Home | About | Sematext search-lucene.com search-hadoop.com
 Search Hadoop and all its subprojects:

Switch to Threaded View
Accumulo, mail # dev - MultipleInputs with AccumuloInputFormat

Copy link to this message
Re: MultipleInputs with AccumuloInputFormat
Christopher 2013-11-07, 21:58
Are there any other analogous InputFormats that use multiple static
methods in a stateless way to configure a job?

Christopher L Tubbs II
On Tue, Nov 5, 2013 at 12:15 PM, Josh Elser <[EMAIL PROTECTED]> wrote:
> Heh, ok.
> I'm currently working through a bit of a prototype to see how it works.
> I'm not a mapred/mapreduce expert, but I *think* I have an approach that
> will work.
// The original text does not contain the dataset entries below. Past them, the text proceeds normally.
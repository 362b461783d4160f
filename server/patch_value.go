package main

import (
	"bytes"
	"encoding/json"
	"fmt"
	"net/http"
	"strconv"
	"strings"

	jsonpatch "github.com/evanphx/json-patch/v5"

	"lanternbook/calc"
)

// holds tells whether "test" operations find what they name. The library's own
// test compares numbers by their spelling, and would say that 24.0 is not 24;
// RFC 6902 section 4.6 compares what they stand for.
func holds(document []byte, tests jsonpatch.Patch) error {
	whole, err := decodeExactly(document)
	if err != nil {
		return calc.Invalid{{Reason: "the document is not JSON"}}
	}
	for _, op := range tests {
		path, _ := op.Path() // readPatch has seen to it that there is one
		want := any(nil)
		if raw := op["value"]; raw != nil { // null is kept as nil
			if want, err = decodeExactly(*raw); err != nil {
				return calc.Invalid{{At: path, Reason: "the value to test for is not JSON"}}
			}
		}
		got, found := valueAt(whole, path)
		if !found || !sameValue(got, want) {
			return &refusal{
				status: http.StatusConflict,
				title:  "A test in the patch does not hold",
				detail: fmt.Sprintf("The value at %q is another one.", path),
				faults: calc.Invalid{{At: path, Reason: "the value is not the one that the patch tests for"}},
			}
		}
	}
	return nil
}

// decodeExactly reads one JSON value and keeps numbers as they are spelled.
func decodeExactly(raw []byte) (any, error) {
	var v any
	d := json.NewDecoder(bytes.NewReader(raw))
	d.UseNumber()
	err := d.Decode(&v)
	return v, err
}

// valueAt follows a JSON Pointer (RFC 6901) into a decoded value.
func valueAt(v any, pointer string) (any, bool) {
	if pointer == "" {
		return v, true
	}
	for step := range strings.SplitSeq(pointer[1:], "/") {
		step = strings.NewReplacer("~1", "/", "~0", "~").Replace(step)
		switch within := v.(type) {
		case map[string]any:
			next, found := within[step]
			if !found {
				return nil, false
			}
			v = next
		case []any:
			i, err := strconv.Atoi(step)
			if err != nil || i < 0 || i >= len(within) || strconv.Itoa(i) != step {
				return nil, false
			}
			v = within[i]
		default:
			return nil, false
		}
	}
	return v, true
}

// sameValue compares decoded JSON as RFC 6902 section 4.6 has it: keys in any
// order, numbers by their value.
func sameValue(a, b any) bool {
	switch a := a.(type) {
	case map[string]any:
		b, is := b.(map[string]any)
		if !is || len(a) != len(b) {
			return false
		}
		for key, value := range a {
			other, found := b[key]
			if !found || !sameValue(value, other) {
				return false
			}
		}
		return true
	case []any:
		b, is := b.([]any)
		if !is || len(a) != len(b) {
			return false
		}
		for i := range a {
			if !sameValue(a[i], b[i]) {
				return false
			}
		}
		return true
	case json.Number:
		b, is := b.(json.Number)
		return is && sameNumber(a, b)
	}
	return a == b // null, true, false and text
}

// sameNumber compares by value, to the 17 digits that matter to a build.
func sameNumber(a, b json.Number) bool {
	x, errX := a.Float64()
	y, errY := b.Float64()
	return a == b || errX == nil && errY == nil && x == y
}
Keep an eye out for a Jira -- would love feedback.
> On 11/5/13, 12:13 PM, Kevin Faro wrote:
>> I recently looked into that and came to the same realization.
>> I ended up writing a new input format that did the cartesian product of
>> two
>> tables.  But to do that I had to store values for the left configuration
>> and right configuration and then copy over whichever config settings I
>> wanted to use for the AIF depending on which split i needed in the
>> RecordReader.
>> It would have been awesome if I could have just used the MultipleInputs
>> ...
>> --Kevin
>> On Tue, Nov 5, 2013 at 10:24 AM, Josh Elser <[EMAIL PROTECTED]> wrote:
>>> In executing some MapReduce over Accumulo with the AccumuloInputFormat, I
>>> came to the realization that AIF fundamentally doesn't work with concepts
>>> like MultipleInputs in Hadoop (http://hadoop.apache.org/
>>> docs/current/api/org/apache/hadoop/mapreduce/lib/input/MultipleInputs.html).
>>> Given that you can only write one set of configuration for AIF into a
>>> Configuration object, there's not a mechanism to support multiple. This
>>> appears to be the case across all versions.
>>> Is this correct? Have I overlooked something?